Work to complete:
Every line with the string "options" must be copied from the entries below.

(Saved entries)
────────

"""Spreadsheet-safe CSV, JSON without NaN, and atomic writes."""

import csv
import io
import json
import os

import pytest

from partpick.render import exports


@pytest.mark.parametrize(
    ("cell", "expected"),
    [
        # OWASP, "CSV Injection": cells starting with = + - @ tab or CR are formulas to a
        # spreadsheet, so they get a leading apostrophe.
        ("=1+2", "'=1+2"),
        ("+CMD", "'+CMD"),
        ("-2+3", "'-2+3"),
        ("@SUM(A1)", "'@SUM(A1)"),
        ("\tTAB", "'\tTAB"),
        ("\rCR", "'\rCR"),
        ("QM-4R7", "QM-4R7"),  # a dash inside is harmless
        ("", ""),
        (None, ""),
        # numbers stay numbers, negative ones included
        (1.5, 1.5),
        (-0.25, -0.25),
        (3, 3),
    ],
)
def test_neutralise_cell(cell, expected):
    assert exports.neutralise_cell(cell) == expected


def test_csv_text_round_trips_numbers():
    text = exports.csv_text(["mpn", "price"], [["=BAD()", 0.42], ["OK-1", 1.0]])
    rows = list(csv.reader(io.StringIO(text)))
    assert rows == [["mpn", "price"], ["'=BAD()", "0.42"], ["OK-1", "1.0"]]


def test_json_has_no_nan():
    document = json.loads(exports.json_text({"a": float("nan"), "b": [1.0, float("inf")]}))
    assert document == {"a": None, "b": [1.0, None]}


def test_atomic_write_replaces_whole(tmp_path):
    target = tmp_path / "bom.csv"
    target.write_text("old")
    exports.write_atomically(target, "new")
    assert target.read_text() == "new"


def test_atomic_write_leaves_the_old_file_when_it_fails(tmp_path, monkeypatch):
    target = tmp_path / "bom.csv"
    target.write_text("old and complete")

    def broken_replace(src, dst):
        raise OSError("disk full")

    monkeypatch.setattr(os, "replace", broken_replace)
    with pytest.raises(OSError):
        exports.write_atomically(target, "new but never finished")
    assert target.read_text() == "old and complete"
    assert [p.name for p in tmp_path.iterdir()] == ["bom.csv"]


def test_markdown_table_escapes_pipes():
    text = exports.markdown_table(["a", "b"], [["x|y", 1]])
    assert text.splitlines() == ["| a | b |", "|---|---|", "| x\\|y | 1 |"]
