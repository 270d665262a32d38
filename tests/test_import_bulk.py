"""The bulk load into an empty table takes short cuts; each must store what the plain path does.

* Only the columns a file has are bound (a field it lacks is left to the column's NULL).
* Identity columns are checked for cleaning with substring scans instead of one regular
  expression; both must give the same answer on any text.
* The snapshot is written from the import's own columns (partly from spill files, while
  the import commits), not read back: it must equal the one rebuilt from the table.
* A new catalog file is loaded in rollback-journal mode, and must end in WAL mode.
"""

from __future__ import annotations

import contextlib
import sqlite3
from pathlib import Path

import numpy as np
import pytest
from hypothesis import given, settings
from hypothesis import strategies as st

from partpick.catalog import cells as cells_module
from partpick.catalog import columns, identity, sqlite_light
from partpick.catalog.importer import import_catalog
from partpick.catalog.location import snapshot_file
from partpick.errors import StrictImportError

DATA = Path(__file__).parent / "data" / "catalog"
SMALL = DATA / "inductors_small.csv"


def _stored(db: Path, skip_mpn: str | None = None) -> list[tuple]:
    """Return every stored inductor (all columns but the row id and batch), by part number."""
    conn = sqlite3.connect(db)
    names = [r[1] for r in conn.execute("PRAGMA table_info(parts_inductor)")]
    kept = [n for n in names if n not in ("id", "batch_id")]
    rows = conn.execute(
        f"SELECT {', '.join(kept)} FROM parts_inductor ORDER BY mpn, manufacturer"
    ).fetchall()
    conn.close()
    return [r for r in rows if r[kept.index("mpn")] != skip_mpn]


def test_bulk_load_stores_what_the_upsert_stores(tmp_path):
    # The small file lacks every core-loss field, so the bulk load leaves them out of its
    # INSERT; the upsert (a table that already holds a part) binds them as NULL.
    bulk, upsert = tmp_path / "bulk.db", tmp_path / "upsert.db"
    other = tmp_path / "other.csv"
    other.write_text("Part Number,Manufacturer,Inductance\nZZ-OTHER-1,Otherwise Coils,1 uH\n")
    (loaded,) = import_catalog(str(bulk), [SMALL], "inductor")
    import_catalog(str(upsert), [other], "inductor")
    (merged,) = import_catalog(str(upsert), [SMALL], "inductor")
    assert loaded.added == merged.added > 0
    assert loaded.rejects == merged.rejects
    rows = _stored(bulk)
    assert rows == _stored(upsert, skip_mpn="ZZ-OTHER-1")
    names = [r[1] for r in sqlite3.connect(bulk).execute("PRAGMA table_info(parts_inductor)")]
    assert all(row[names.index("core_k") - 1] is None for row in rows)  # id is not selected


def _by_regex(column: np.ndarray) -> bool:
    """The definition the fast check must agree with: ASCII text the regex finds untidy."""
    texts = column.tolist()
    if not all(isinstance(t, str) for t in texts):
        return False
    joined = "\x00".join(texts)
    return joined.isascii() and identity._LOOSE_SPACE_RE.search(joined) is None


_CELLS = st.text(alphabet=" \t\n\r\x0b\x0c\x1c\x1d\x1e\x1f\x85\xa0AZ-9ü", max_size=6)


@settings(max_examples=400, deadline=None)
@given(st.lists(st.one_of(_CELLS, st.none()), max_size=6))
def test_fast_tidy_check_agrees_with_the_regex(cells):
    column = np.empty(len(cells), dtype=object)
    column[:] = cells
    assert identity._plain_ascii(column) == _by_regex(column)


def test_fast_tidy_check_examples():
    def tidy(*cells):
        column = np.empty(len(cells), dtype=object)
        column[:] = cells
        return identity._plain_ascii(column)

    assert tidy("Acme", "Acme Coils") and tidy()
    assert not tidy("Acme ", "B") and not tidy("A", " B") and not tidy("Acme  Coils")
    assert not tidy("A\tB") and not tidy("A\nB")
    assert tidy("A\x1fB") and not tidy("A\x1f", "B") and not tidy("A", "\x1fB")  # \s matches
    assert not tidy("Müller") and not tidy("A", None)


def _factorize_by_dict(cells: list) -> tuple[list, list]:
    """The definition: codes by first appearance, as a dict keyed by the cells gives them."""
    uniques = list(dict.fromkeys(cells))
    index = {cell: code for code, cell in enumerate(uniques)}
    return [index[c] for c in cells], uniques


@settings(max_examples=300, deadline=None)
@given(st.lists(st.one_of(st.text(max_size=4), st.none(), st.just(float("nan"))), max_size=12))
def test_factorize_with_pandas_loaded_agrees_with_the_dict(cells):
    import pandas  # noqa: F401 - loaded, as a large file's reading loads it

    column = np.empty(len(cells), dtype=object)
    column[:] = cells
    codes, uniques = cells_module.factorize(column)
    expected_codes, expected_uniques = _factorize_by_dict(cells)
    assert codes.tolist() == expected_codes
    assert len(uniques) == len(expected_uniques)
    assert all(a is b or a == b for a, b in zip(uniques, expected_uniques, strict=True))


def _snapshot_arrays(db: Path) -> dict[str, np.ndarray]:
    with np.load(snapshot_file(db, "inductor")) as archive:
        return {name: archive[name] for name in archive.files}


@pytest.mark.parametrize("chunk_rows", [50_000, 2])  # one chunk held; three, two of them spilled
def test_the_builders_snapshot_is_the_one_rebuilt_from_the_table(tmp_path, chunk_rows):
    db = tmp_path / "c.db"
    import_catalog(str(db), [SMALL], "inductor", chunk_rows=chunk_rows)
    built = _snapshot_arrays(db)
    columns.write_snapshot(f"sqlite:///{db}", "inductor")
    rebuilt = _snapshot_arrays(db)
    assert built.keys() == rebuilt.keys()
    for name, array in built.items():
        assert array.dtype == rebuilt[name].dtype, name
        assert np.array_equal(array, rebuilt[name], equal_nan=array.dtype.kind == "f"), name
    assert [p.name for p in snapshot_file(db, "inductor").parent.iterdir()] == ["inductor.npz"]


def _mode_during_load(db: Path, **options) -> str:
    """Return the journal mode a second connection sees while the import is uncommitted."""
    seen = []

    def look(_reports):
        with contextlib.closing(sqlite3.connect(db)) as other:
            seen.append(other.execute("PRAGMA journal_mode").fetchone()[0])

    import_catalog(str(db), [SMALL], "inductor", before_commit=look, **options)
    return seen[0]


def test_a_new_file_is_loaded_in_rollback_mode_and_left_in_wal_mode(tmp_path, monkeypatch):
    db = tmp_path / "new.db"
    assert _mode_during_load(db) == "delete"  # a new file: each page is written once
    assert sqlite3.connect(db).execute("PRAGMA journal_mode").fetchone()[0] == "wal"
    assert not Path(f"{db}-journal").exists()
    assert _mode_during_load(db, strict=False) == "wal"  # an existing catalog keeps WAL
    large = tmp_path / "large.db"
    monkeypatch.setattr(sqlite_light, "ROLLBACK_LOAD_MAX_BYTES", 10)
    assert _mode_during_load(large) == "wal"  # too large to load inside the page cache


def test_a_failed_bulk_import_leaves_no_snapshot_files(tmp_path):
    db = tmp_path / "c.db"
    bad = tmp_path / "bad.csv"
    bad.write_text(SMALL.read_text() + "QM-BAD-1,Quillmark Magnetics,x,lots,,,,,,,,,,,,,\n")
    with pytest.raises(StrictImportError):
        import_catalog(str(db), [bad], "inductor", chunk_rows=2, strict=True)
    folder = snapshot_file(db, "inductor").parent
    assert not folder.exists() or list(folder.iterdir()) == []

────────

Solution to this problem:
def _mode_during_load(db: Path, **options) -> str:
    import_catalog(str(db), [SMALL], "inductor", before_commit=look, **options)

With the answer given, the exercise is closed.